Mets outfielder Brandon Nimmo has had a weird week. The outfielder was set to make his Spring Training debut on Wednesday afternoon, only to be scratched from the lineup because of a stomach ailment. The cause? According to Mets manager Mickey Callaway, Nimmo made himself some chicken and didn't cook the darn thing all the way through.

He was so proud of himself that he even took a picture of the finished product and sent it to his wife. Who among us hasn't snapped a pic of our kitchen creations to proudly share with our loved ones? I Instagram-storied some pasta I made last night, I just didn't have to throw up afterwards.

But despite losing a whopping four pounds overnight, Nimmo looks to be on the road to recovery. He was back at Spring Training Thursday morning, with a smile on his face, to chat with reporters about his tribulations in the kitchen.

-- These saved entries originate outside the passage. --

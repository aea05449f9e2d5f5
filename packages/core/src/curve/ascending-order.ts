import type { CurvePoint } from "./curve.js";

/** Called with two different points at one frequency, the earlier given first; must throw. */
export type Contradiction = (first: CurvePoint, second: CurvePoint) => never;

/**
 * Indices that put points in ascending order of frequency, each frequency once: a point given twice alike counts once.
 * Undefined where the points are in that order already, as most tables are.
 */
export function ascendingOrder(
  points: readonly CurvePoint[],
  contradiction: Contradiction,
): readonly number[] | undefined {
  if (isAscending(points)) return undefined;
  const hz = Float64Array.from(points, ({ frequency }) => frequency);
  const order = Array.from(points, (_, index) => index).toSorted(
    (one, other) => (hz[one] as number) - (hz[other] as number) || one - other,
  );
  const kept: number[] = [];
  for (const index of order) {
    const before = points[kept.at(-1) ?? -1];
    const point = points[index] as CurvePoint;
    if (before === undefined || before.frequency !== point.frequency) kept.push(index);
    else if (!isAlike(before, point)) contradiction(before, point);
  }
  return kept;
}

function isAscending(points: readonly CurvePoint[]): boolean {
  let last = Number.NEGATIVE_INFINITY;
  for (const { frequency } of points) {
    if (!(frequency > last)) return false;
    last = frequency;
  }
  return true;
}

function isAlike(one: CurvePoint, other: CurvePoint): boolean {
  return one.density === other.density && one.uncertainty === other.uncertainty && one.inFit === other.inFit;
}
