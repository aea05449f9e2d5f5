import { isBlank } from "../ground/is-blank.js";
import { quoted } from "../ground/quoted.js";
import { refusal } from "./refusal.js";

/** Most rows and longest line, in characters, that a curve's text may have. */
export const mostRows = 1_000_000;
const longestLine = 1000;

/** A comment: what stands behind # on a line, and which line. */
export interface CommentLine {
  readonly line: number;
  readonly text: string;
}

/** Where the lines that hold cells stand in the text, without comments and without blanks at their ends. */
export interface CurveLines {
  readonly comments: readonly CommentLine[];
  readonly from: readonly number[];
  readonly to: readonly number[];
  /** Counted from 1. */
  readonly line: readonly number[];
}

/** Takes a text apart into lines, by one pass over its characters: rows by the million stay places, not strings. */
export function curveLines(text: string): CurveLines {
  const comments: CommentLine[] = [];
  const from: number[] = [];
  const to: number[] = [];
  const line: number[] = [];
  // a carriage return before a line feed is a blank at the end of the line; alone it ends lines where no line feed does
  const lineBreak = text.includes("\n") ? "\n" : "\r";
  const hashAfter = nextPlace(text, "#");
  const breakAfter = nextPlace(text, lineBreak);
  for (let start = 0, number = 1; start <= text.length; number += 1) {
    const end = breakAfter(start);
    if (end - start > longestLine)
      throw refusal(
        number,
        `expected at most ${longestLine} characters, got ${end - start}, beginning ${quoted(text.slice(start, start + 20))}`,
      );
    const content = Math.min(hashAfter(start), end);
    if (content < end) comments.push({ line: number, text: text.slice(content + 1, end) });
    const first = skipBlanks(text, start, content);
    if (first < content) {
      // one line more than rows: the first may be a heading
      if (from.length > mostRows) throw refusal(number, `expected at most ${mostRows} rows, got more; thin the curve`);
      from.push(first);
      to.push(skipBlanksBack(text, first, content));
      line.push(number);
    }
    start = end + 1;
  }
  return { comments, from, to, line };
}

/** The place of a character at or after a start, the text's end where there is none; each stretch is searched once. */
function nextPlace(text: string, character: string): (start: number) => number {
  let found = -1;
  return (start) => {
    if (found < start) found = text.indexOf(character, start);
    if (found < 0) found = text.length;
    return found;
  };
}

/** The first place in [from, to) that is no blank. */
export function skipBlanks(text: string, from: number, to: number): number {
  let at = from;
  while (at < to && isBlank(text.charCodeAt(at))) at += 1;
  return at;
}

/** The end of [from, to) without the blanks before it. */
export function skipBlanksBack(text: string, from: number, to: number): number {
  let at = to;
  while (at > from && isBlank(text.charCodeAt(at - 1))) at -= 1;
  return at;
}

A decent portion of the baseball world has reacted to this story with some combination of jest and scorn: "What a doofus," they say, "this grown man can't cook for himself? What in the world?" To all that I say: Back off, you cowards.

Look, it's certainly not a good thing that Brandon Nimmo ate some pink chicken, I'll give you that. But at least the guy is trying. I mean, he's probably got enough money to order in or eat out every night, or even hire a chef. Instead, this brave soul dared to try to improve his culinary skills in the difficult quest to become a self-sufficient adult, just like the rest of us. And as such, he deserves none of your ridicule.

But don't take my word for it. Here's Anthony Bourdain, from his book, Medium Raw.

"I do think the the idea that basic cooking skills are a virtue, that the ability to feed yourself and a few others with proficiency should be taught to every young man and woman as a fundamental skill, should become as vital to growing up as learning to wipe one's own ass, cross the street by oneself, or be trusted with money."

Nimmo is trying to live this ideal to the fullest, and the only way to really get comfortable in the kitchen is trial and error. Yeah, Nimmo's recent situation would fall on the "error" side of the ledger, but he'll be all the better for it when he opens up a restaurant one day.

Chances are, many of the brave Twitter warriors making fun of Nimmo haven't picked up a pair of tongs in months. They're probably on a first name basis with the delivery guy who comes knocking at the apartment door around 7 p.m. every night. Too terrified of over or under-cooking a slab of meat, the same folks who couldn't tell you the difference between paprika and cumin will hide behind their keyboards tossing "LOLs" and "WTFs" at my man Brandon just for trying to better himself.

One last point before I step off my soap box. When something embarrassing happens to you in life, you've got two choices: You can either refuse to tell anyone and spend the aftermath wallowing in your own shame or you can share your buffoonery with others and bring more laughter into the world. Nimmo is a male professional athlete -- a demographic that tends to be very concerned with maintaining an aura of macho invincibility -- and it would have been totally normal for him to have just told the Mets he got food poisoning or something. But no, he fessed up, loaded his honesty cannon with truth bullets and blasted facts -- hilarious and endearing facts -- directly into our brains. And for that we should applaud him.

Keep cooking Brandon, I can't wait to try what you whip up next.